Records from a data collection
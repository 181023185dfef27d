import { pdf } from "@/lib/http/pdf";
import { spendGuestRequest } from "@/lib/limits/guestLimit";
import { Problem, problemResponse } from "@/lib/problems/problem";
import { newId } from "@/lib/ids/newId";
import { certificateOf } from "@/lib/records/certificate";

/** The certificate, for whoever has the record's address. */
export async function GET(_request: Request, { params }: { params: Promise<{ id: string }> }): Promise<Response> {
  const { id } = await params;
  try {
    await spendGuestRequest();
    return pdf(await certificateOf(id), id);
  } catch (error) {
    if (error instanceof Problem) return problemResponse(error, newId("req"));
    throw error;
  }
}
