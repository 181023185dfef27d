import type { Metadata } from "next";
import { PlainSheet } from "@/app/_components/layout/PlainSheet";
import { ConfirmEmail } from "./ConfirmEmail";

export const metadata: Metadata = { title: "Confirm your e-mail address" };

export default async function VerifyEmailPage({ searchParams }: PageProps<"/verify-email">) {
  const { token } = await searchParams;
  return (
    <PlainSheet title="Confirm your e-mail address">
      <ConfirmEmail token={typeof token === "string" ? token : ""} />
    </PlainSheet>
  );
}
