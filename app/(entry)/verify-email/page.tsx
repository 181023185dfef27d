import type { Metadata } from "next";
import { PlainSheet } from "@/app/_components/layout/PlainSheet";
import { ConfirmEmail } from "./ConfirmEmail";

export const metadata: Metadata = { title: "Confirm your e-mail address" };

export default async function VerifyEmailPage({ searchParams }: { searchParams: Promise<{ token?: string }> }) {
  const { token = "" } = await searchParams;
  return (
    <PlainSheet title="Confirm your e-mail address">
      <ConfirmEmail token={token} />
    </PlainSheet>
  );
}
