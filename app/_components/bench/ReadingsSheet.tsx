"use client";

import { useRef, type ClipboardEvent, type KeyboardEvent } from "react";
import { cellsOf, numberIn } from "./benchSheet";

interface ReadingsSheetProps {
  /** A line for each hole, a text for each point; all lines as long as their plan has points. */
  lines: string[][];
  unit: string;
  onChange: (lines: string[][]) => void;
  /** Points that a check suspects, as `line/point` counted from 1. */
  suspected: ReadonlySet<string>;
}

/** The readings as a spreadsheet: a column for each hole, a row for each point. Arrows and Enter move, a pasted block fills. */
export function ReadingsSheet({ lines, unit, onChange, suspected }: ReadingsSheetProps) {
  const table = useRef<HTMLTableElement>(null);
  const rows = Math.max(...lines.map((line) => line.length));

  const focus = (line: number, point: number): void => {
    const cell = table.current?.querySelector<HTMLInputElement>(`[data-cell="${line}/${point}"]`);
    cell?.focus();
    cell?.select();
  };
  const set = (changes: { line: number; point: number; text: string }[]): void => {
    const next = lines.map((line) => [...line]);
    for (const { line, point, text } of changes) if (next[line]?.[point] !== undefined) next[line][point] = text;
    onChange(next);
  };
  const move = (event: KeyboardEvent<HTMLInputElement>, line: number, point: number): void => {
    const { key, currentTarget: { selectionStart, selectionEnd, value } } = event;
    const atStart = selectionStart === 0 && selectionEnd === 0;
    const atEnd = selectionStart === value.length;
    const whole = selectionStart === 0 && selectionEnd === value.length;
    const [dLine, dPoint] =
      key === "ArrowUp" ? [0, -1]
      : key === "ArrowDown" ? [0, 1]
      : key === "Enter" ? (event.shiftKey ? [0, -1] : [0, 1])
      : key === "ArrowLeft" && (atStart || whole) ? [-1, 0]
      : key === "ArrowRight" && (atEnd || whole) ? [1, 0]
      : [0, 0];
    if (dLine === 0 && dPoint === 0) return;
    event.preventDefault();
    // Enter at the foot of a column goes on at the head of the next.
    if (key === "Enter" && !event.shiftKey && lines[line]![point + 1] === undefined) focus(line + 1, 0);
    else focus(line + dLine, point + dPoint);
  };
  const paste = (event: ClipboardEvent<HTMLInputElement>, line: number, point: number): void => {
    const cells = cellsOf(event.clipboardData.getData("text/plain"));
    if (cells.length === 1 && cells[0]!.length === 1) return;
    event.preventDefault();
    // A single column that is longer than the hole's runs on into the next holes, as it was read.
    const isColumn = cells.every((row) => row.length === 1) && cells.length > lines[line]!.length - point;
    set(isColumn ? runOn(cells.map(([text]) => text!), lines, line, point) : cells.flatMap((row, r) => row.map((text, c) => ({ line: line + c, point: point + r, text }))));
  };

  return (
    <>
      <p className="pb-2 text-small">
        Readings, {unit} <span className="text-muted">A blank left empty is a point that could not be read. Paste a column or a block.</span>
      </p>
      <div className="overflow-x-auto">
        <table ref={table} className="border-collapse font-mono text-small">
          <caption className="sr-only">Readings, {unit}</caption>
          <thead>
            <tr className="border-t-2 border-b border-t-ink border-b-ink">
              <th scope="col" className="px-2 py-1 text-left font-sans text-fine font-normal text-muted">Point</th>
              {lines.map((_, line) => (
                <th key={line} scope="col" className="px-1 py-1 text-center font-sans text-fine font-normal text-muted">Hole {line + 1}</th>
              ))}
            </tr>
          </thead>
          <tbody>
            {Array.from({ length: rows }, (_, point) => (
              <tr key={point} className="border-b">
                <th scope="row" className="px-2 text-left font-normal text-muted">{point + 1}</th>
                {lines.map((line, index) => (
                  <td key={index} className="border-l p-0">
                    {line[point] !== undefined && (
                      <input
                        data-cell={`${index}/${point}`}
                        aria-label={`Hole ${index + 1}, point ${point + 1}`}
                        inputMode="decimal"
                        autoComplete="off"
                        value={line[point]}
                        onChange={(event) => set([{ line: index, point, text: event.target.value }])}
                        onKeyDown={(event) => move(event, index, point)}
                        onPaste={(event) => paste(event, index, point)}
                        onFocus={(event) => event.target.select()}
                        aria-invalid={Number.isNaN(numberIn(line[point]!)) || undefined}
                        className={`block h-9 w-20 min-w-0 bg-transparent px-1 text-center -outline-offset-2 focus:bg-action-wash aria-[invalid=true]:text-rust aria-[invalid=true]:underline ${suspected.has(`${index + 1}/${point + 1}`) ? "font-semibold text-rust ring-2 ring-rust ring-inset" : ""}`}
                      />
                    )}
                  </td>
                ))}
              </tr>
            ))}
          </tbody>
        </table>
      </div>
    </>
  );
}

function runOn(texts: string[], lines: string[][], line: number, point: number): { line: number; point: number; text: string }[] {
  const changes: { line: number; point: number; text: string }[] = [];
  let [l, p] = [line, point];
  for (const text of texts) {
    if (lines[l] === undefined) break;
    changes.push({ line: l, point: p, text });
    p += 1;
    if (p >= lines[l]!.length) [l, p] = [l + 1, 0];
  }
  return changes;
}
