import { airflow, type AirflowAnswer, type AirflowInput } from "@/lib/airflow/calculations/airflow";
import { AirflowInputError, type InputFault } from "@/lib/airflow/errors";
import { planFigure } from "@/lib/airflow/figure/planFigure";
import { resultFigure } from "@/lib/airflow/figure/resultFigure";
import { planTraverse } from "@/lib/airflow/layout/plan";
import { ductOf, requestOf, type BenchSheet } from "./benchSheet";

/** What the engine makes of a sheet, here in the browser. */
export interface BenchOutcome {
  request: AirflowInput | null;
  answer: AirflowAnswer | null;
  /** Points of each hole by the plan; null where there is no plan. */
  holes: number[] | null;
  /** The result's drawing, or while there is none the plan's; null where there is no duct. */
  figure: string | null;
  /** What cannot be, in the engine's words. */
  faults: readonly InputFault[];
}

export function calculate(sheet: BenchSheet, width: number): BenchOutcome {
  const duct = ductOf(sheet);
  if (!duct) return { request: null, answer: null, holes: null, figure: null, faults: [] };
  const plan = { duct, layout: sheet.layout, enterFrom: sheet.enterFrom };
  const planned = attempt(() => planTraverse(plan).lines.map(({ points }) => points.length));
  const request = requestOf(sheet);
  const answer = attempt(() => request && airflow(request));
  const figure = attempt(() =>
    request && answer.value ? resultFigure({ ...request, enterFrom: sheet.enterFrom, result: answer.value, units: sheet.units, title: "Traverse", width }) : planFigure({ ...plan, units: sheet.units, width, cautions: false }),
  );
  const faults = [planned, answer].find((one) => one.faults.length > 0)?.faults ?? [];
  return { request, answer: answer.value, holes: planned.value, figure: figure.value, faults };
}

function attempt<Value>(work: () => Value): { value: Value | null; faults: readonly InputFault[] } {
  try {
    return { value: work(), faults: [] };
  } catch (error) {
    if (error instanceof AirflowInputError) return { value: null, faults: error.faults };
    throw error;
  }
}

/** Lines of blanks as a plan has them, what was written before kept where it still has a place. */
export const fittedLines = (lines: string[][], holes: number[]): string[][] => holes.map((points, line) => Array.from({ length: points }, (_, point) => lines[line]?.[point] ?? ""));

• [TASK]: Copy each line of the data above that holds "KeyboardEvent".

• [SOLUTION TO THIS TASK]:
import { useRef, type ClipboardEvent, type KeyboardEvent } from "react";
  const move = (event: KeyboardEvent<HTMLInputElement>, line: number, point: number): void => {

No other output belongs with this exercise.